Single by Disturbed

from the album Immortalized
- Released: June 23, 2015
- Genre: Heavy metal
- Length: 4:11
- Label: Reprise
- Songwriters: Kevin Churko; Dan Donegan; Mike Wengren; David Draiman;
- Producer: Kevin Churko

Disturbed singles chronology
| "Hell" (2011) | "The Vengeful One" (2015) | "Immortalized" (2015) |

Music video
- "The Vengeful One" on YouTube

= The Vengeful One =

"The Vengeful One" is a song by heavy metal band Disturbed, from their sixth album, Immortalized. It was released on June 23, 2015, and is the band's first released song in 4 years, since the release of The Lost Children. The song is featured as the background music in the opening for Ferrall on the Bench, Scott Ferrall's CBS Sports Radio show.

==Accolades==

| Region | Year | Publication | Accolade | Rank |
| United States | 2015 | Loudwire | 20 Best Rock Songs of 2015 | 8 |
| 10 Best Rock Videos of 2015 | 2 |

Loudwire Music Awards

| Year | Nominee / work | Award | Result |
| 2015 | The Vengeful One | Best Rock Song | Nominated |
| 2015 | Best Rock Video | Nominated |

== Track listing ==

Compact disc single
| No. | Title | Length |
|---|---|---|
| 1. | "The Vengeful One" | 4:11 |
| 2. | "Immortalized" | 4:17 |
| 3. | "The Vengeful One" (Instrumental) | 4:11 |
| 4. | "Immortalized" (Instrumental) | 4:17 |
| Total length: |  | 16:55 |

Digital download single
| No. | Title | Length |
|---|---|---|
| 1. | "The Vengeful One" | 4:11 |
| Total length: |  | 4:11 |

== Music video ==
The animated, rotoscoping-heavy music video was directed by Phil Mucci and released on YouTube on June 23. It features the band's mascot The Guy, as "The Vengeful One" and "The Dark Messiah" embarking on a destructive crusade against hyperbolic representations of corruption and cultural toxicity in modern news media.

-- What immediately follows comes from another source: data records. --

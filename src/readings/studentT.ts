import { incompleteBeta } from "../numeric/incompleteBeta.ts";
import { normalCdf, normalQuantile } from "../numeric/normal.ts";
import { bisect } from "../numeric/roots.ts";

/** Beyond, the beta function loses digits and the normal form of Abramowitz & Stegun 26.7.8 is as good. */
const MANY = 1e6;

/**
 * Student's t distribution function: the probability that a variate with v degrees of freedom is at most t.
 *
 * P = 1 - I_x(v/2, 1/2)/2 = 1/2 + I_(1-x)(1/2, v/2)/2 for t >= 0, x = v/(v + t^2).
 *
 * Source: Abramowitz & Stegun 26.7.1 and 26.5.27
 * Valid:  v above 0, not necessarily whole; Infinity is the normal distribution
 *
 * @throws RangeError on a t that is not a number or on v of 0 or less
 */
export function studentCdf(t: number, degreesOfFreedom: number): number {
  requireDegrees(degreesOfFreedom);
  if (Number.isNaN(t)) throw new RangeError("t must be a number");
  const v = degreesOfFreedom;
  const square = t * t;
  if (v > MANY)
    return v === Infinity ? normalCdf(t) : normalCdf((t * (1 - 0.25 / v)) / Math.sqrt(1 + square / (2 * v)));
  // Whichever side is small is computed, so that neither the tails nor the middle lose digits.
  const tail =
    square > v
      ? 0.5 * incompleteBeta(v / (v + square), v / 2, 0.5)
      : 0.5 - 0.5 * incompleteBeta(square / (v + square), 0.5, v / 2);
  return t < 0 ? tail : 1 - tail;
}

/**
 * Quantile of Student's t distribution: the t below which a variate with v degrees of freedom lies with
 * probability p.
 *
 * @throws RangeError if p is not inside (0, 1) or v is 0 or less
 */
export function studentQuantile(p: number, degreesOfFreedom: number): number {
  requireDegrees(degreesOfFreedom);
  if (!(p > 0 && p < 1)) throw new RangeError(`p must lie between 0 and 1, got ${p}`);
  if (degreesOfFreedom === Infinity) return normalQuantile(p);
  if (p === 0.5) return 0;
  const tail = Math.min(p, 1 - p);
  let high = 1;
  while (studentCdf(-high, degreesOfFreedom) > tail) high *= 2;
  const t = bisect((value) => studentCdf(-value, degreesOfFreedom) - tail, 0, high)!;
  return p < 0.5 ? -t : t;
}

/**
 * Coverage factor k: the interval of plus and minus k standard uncertainties that holds the share `confidence`.
 *
 * Effective degrees of freedom are cut to the whole number below, as the guide advises for reading its table.
 *
 * Source: JCGM 100:2008, G.3 and table G.2
 *
 * @param confidence        level of confidence, inside (0, 1)
 * @param degreesOfFreedom  effective degrees of freedom, at least 1, or Infinity
 * @throws RangeError on an argument outside these ranges
 */
export function coverageFactorFor(confidence: number, degreesOfFreedom: number): number {
  if (!(confidence > 0 && confidence < 1)) {
    throw new RangeError(`confidence must lie between 0 and 1, got ${confidence}`);
  }
  const whole = Math.floor(degreesOfFreedom + 1e-9); // 1e-9: what rounding takes from a whole number
  if (!(whole >= 1)) {
    throw new RangeError(`degreesOfFreedom must be at least 1, got ${degreesOfFreedom}`);
  }
  return studentQuantile((1 + confidence) / 2, whole);
}

function requireDegrees(degreesOfFreedom: number): void {
  if (!(degreesOfFreedom > 0)) {
    throw new RangeError(`degreesOfFreedom must be above 0, got ${degreesOfFreedom}`);
  }
}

The video opens with The Guy monitoring television broadcasts from a void in deep space. Television screens depict war and destruction and flash the words like "HATE", "FEAR", and "OBEY"; while news broadcasts show combined line and bar graphs with the words "DEATH TOLL / STOCKS SOAR" and "POVERTY / PROFITS" delivered by cheery anchors. Fed up with what he sees, The Guy embarks toward the source of the violent broadcasts to stop them, discovering a towering building on the edge of a city labeled Global Warfare Manufacturing. The building is surrounded by ruins and vehicles in a desert, with decaying ships indicating the presence of a dried-up ocean. Inside, the news anchors are revealed to be robotic puppets, all media is controlled by a single businessman, and broadcast from a central location. The Guy destroys all the robotic anchors and proceeds to the Master Control room where he finds feral demonic workers cannibalizing an intern named Hope. The Guy kills the demonic workers, with the final demonic businessman being thrown out a window into a passing helicopter. Over the course of the video, a family is depicted watching television news and violent cartoons and changing into the same feral demons that were in the master control room. The Guy removes the large spherical camera rig from the center of the room and throws it into the sun, and destroys Global Warfare MFG's satellites as he departs. With the violent broadcasts stopped, the family returns to human form and appears to be at peace once again.

== Personnel ==
Disturbed
- Dan Donegan – lead and rhythm guitar, bass guitar, EBow, keyboards, backing vocals
- David Draiman – lead and backing vocals
- Mike Wengren – drums, percussion, backing vocals

Production
- Kevin Churko – engineer, mixing, producer
- Samantha Maloney – orchestral arrangement

== Charts ==

===Weekly charts===

| Chart (2015) | Peak position |
|---|---|
| Canada Rock (Billboard) | 35 |
| US Hot Rock & Alternative Songs (Billboard) | 17 |
| US Rock & Alternative Airplay (Billboard) | 10 |

===Year-end charts===

| Chart (2015) | Position |
|---|---|
| US Hot Rock Songs (Billboard) | 45 |
| US Rock Airplay (Billboard) | 43 |

== Certifications ==

| Region | Certification | Certified units/sales |
| Australia (ARIA) | Gold | 35,000^{‡} |
| Canada (Music Canada) | Platinum | 80,000^{‡} |
| New Zealand (RMNZ) | Gold | 15,000^{‡} |
| Poland (ZPAV) | Gold | 25,000^{‡} |
| United States (RIAA) | Platinum | 1,000,000^{‡} |
^{‡} Sales+streaming figures based on certification alone.

==In popular culture==
The Vengeful One was released as a downloadable content for the video game, Rock Band 4, on January 12, 2016.